Analyzing linked list...
[ f6c6e000 ]: invalid previous size [ 0x195 ] should be [ 0x0 ]
[ f6c6e000 --> f6c6e288 (size = 0x288 bytes)]: Corrupt region
[ f6c6e4a0 --> f6c6e9e8 (size = 0x548 bytes)]: Corrupt region
Scanning for single bit errors...
None found
By using the lm (list modules) command we are able to find this memory block - it falls inside of the driver itself:
f6c27000 f6c9b680 smwdm (no symbols)
Thus, our suspicion is that this is a data structure within the driver itself (perhaps a global structure). Unfortunately, without knowing more about the structure of these drivers we cannot say what this data structure should (or would) represent. Further digging might be necessary, but let’s return back to our original analysis. This function return 0x0 because this list was empty. Thus, we are going to skip to the requisite code:
f6c32156 8bf8 mov edi,eax
f6c32158 85ff test edi,edi
f6c3215a 741f jz smwdm+0xb17b (f6c3217b)
This would correspond to an if block (hence if ( return value != 0) { … }) without a corresponding else block (otherwise we’d see a couple of immediate jmp instructions.) Once outside the if block, we see the cleanup code:
f6c3217b 8b5c2414 mov ebx,[esp+0x14]
f6c3217f 8d8ebc000000 lea ecx,[esi+0xbc]
f6c32185 8a13 mov dl,[ebx]
f6c32187 ff1510dbc6f6 call dword ptr [smwdm+0x46b10 (f6c6db10)]
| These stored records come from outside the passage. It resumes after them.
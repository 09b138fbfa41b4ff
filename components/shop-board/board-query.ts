import { cameras, type Camera } from '@/lib/shots/catalog';
import { channelPage } from '@/lib/api/paths';

// Shared by the server page and the client board, so both read the same filters from one URL.

export type BoardFilters = {
  episodeId?: string;
  segmentId?: string;
  assigneeId?: string;
  camera?: Camera;
};

export type ShotsView = 'board' | 'mine';

type Params = Record<string, string | string[] | undefined>;

const UUID = /^[0-9a-f]{8}-[0-9a-f]{4}-[0-9a-f]{4}-[0-9a-f]{4}-[0-9a-f]{12}$/i;
const first = (v: string | string[] | undefined): string | undefined => (Array.isArray(v) ? v[0] : v);
const isCamera = (v: string | undefined): v is Camera => v !== undefined && (cameras as readonly string[]).includes(v);

export const viewOf = (params: Params): ShotsView => (first(params.view) === 'mine' ? 'mine' : 'board');

/** A hand-edited URL with a bad value shows the unfiltered board for that filter rather than an error page. */
export function parseBoardFilters(params: Params): BoardFilters {
  const episodeId = first(params.episodeId);
  const segmentId = first(params.segmentId);
  const assigneeId = first(params.assigneeId);
  const camera = first(params.camera);
  const out: BoardFilters = {};
  if (episodeId && UUID.test(episodeId)) out.episodeId = episodeId;
  // A segment only narrows a chosen episode.
  if (out.episodeId && segmentId && UUID.test(segmentId)) out.segmentId = segmentId;
  if (assigneeId && (assigneeId === 'none' || UUID.test(assigneeId))) out.assigneeId = assigneeId;
  if (isCamera(camera)) out.camera = camera;
  return out;
}

/** The query string for both the page URL and GET /shots, in a fixed order so equal filters give equal strings. */
export function filtersToSearch(filters: BoardFilters): string {
  const q = new URLSearchParams();
  if (filters.episodeId) q.set('episodeId', filters.episodeId);
  if (filters.segmentId) q.set('segmentId', filters.segmentId);
  if (filters.assigneeId) q.set('assigneeId', filters.assigneeId);
  if (filters.camera) q.set('camera', filters.camera);
  return q.toString();
}

export const sameFilters = (a: BoardFilters, b: BoardFilters): boolean => filtersToSearch(a) === filtersToSearch(b);

export const segmentHref = (slug: string, episodeId: string, segmentId: string) => channelPage(slug, 'episodes', episodeId, 'segments', segmentId);
export const shotHref = (slug: string, shot: { episodeId: string; segmentId: string; id: string }) =>
  `${segmentHref(slug, shot.episodeId, shot.segmentId)}#shot-${shot.id}`;
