import { framesPerDay, framesToTimecode, timecodeToFrames } from '@/lib/timecode';
import type { Assembly } from './assembly';
import type { HandoffSnapshot } from './snapshot';

// CMX 3600 EDL, one event per timed clip, cuts only. Columns (From memory: the CMX 3600 layout as
// written by common editing tools): event number 1-3, reel 6-13, track 15-19, transition 21-28,
// then source in, source out, record in, record out, space separated. Record time starts at
// 01:00:00:00 (common practice, no published source). Reel "AX" marks a source that is a file, named
// by the "* FROM CLIP NAME:" and "* SOURCE FILE:" comments that follow the event.

export const EDL_RECORD_START_HOURS = 1;

const sanitizeComment = (s: string) => s.replace(/[\r\n]+/g, ' ');

export function buildEdl(snapshot: HandoffSnapshot, assembly: Assembly): string {
  const rate = assembly.rate;
  const day = framesPerDay(rate);
  const offset = timecodeToFrames(`0${EDL_RECORD_START_HOURS}:00:00:00`, rate);
  const tc = (frames: number) => framesToTimecode(frames % day, rate);
  const title = sanitizeComment(`${snapshot.episode.title} v${snapshot.version}`).slice(0, 70);
  const lines = [`TITLE: ${title}`, `FCM: ${rate.dropFrame ? 'DROP FRAME' : 'NON-DROP FRAME'}`, ''];
  let event = 0;
  for (const item of assembly.items) {
    if (item.kind !== 'clip') continue;
    // The event column has three digits; a longer list counts on from 001 (From memory: how common tools wrap).
    event = (event % 999) + 1;
    const recIn = offset + item.recordIn;
    lines.push(
      `${String(event).padStart(3, '0')}  ${'AX'.padEnd(8)} ${'V'.padEnd(5)} ${'C'.padEnd(8)} ${tc(0)} ${tc(item.frames)} ${tc(recIn)} ${tc(recIn + item.frames)}`,
      `* FROM CLIP NAME: ${sanitizeComment(item.clip.name)}`,
      `* SOURCE FILE: ${sanitizeComment(item.path)}`,
      '',
    );
  }
  return lines.join('\n');
}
In this code we load the first parameter (on the stack, so third parameter to this function since it uses fastcall) into EBX, load the value of ESI+0xbc into ECX and then call the function pointed to by f6c6db10, which is:
1: kd> dd f6c6db10 l1
f6c6db10 806bb780
1: kd> u @$p
hal!KfReleaseSpinLock:
Thus, this suggests that we’re releasing the spin lock. Recall that earlier we saw a spin lock acquisition - checking back, we note that this was at the same byte offset (and hence likely to be the same spin lock). This then leads us into the terminal push operation. Thus, even without symbols for this driver, we can see the fundamental flaw in this driver - and presumably in its testing.
The driver code in this case returns a NULL pointer (because the list is empty) and yet after releasing its own spin lock dereferences this NULL pointer. With this level of information it would seem that a problem of this type would be straight-forward to resolve and fix with the developers.
Of course, we did report it to the developers of this audio driver. While they acknowledged that this is a bug in their driver, we were told that they would not commit to fixing it. Guess it is time to find a new sound card!